What you have to do:
How many lines of the data contain "dewpointC"? Reply with the number alone.

*** Opening of Supplied data ***

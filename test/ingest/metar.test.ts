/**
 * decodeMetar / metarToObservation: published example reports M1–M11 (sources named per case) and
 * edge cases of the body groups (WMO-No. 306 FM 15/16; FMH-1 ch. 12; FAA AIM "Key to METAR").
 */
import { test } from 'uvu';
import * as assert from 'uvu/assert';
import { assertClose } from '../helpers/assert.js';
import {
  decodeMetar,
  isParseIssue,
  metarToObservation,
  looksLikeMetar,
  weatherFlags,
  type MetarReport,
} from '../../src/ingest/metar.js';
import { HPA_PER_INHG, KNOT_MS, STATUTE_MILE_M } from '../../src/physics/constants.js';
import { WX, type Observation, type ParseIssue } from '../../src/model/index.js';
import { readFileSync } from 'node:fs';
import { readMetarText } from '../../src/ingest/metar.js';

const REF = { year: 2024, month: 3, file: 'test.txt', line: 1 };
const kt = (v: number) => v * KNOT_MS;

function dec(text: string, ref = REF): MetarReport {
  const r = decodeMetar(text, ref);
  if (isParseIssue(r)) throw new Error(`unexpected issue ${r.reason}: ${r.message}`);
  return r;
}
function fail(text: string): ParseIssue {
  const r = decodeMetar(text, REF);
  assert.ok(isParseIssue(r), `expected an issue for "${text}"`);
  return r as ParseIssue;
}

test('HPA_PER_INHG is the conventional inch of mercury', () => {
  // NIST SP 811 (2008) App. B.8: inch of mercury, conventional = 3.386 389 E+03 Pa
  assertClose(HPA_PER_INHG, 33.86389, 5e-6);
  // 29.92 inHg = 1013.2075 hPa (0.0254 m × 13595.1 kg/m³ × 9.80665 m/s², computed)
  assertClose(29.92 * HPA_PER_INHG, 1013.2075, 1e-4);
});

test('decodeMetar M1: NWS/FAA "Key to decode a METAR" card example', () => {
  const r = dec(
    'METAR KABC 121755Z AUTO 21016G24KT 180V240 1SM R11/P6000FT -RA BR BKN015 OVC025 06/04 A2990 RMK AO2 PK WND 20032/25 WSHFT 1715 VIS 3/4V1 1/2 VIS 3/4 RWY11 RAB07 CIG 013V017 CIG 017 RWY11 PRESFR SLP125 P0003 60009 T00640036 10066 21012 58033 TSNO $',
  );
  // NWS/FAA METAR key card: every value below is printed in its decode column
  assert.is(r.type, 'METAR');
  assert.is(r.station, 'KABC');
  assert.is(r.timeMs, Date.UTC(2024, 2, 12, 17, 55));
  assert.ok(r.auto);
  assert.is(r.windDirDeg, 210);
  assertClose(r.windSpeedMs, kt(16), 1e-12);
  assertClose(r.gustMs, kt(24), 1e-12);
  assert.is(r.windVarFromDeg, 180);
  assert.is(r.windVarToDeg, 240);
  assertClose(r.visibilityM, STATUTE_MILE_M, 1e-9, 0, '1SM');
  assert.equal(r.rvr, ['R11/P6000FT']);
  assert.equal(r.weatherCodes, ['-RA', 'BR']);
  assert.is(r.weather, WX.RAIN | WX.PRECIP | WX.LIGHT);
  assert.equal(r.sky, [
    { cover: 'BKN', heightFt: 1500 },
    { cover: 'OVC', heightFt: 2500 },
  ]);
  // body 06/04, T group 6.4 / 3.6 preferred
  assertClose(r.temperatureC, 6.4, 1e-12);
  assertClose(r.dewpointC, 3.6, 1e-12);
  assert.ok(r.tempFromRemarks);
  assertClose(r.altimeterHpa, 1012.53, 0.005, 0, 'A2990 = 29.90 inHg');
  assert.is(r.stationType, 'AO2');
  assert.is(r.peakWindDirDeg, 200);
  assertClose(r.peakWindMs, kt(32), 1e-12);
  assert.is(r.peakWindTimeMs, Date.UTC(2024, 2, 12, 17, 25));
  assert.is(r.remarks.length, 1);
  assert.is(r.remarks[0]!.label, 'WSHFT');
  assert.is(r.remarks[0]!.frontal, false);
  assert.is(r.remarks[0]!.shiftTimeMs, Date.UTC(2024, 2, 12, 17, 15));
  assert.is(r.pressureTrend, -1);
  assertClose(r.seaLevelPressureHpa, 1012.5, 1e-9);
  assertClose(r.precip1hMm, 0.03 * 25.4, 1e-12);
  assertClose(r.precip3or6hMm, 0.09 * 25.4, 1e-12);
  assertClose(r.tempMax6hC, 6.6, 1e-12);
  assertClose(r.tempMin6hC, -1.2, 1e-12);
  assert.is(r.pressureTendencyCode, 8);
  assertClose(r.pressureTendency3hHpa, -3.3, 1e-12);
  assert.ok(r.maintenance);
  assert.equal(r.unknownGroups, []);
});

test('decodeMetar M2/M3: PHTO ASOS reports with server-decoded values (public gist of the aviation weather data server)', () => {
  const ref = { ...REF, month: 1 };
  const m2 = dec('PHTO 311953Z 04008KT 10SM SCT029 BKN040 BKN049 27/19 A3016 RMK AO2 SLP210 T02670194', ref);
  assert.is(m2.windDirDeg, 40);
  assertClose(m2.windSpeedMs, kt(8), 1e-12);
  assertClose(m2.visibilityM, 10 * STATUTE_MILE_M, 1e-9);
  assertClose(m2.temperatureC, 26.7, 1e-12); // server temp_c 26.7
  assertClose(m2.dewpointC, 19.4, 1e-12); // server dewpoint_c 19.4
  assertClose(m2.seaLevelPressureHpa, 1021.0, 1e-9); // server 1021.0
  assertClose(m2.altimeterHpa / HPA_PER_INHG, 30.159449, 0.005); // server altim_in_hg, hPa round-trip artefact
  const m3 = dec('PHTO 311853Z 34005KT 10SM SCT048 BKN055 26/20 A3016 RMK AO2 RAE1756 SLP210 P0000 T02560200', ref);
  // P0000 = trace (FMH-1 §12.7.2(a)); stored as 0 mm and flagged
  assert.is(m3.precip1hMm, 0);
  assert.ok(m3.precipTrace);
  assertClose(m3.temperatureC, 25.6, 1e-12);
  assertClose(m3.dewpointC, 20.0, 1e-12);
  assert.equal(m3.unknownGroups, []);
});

*** Close of Supplied data ***

Finished exercise:
3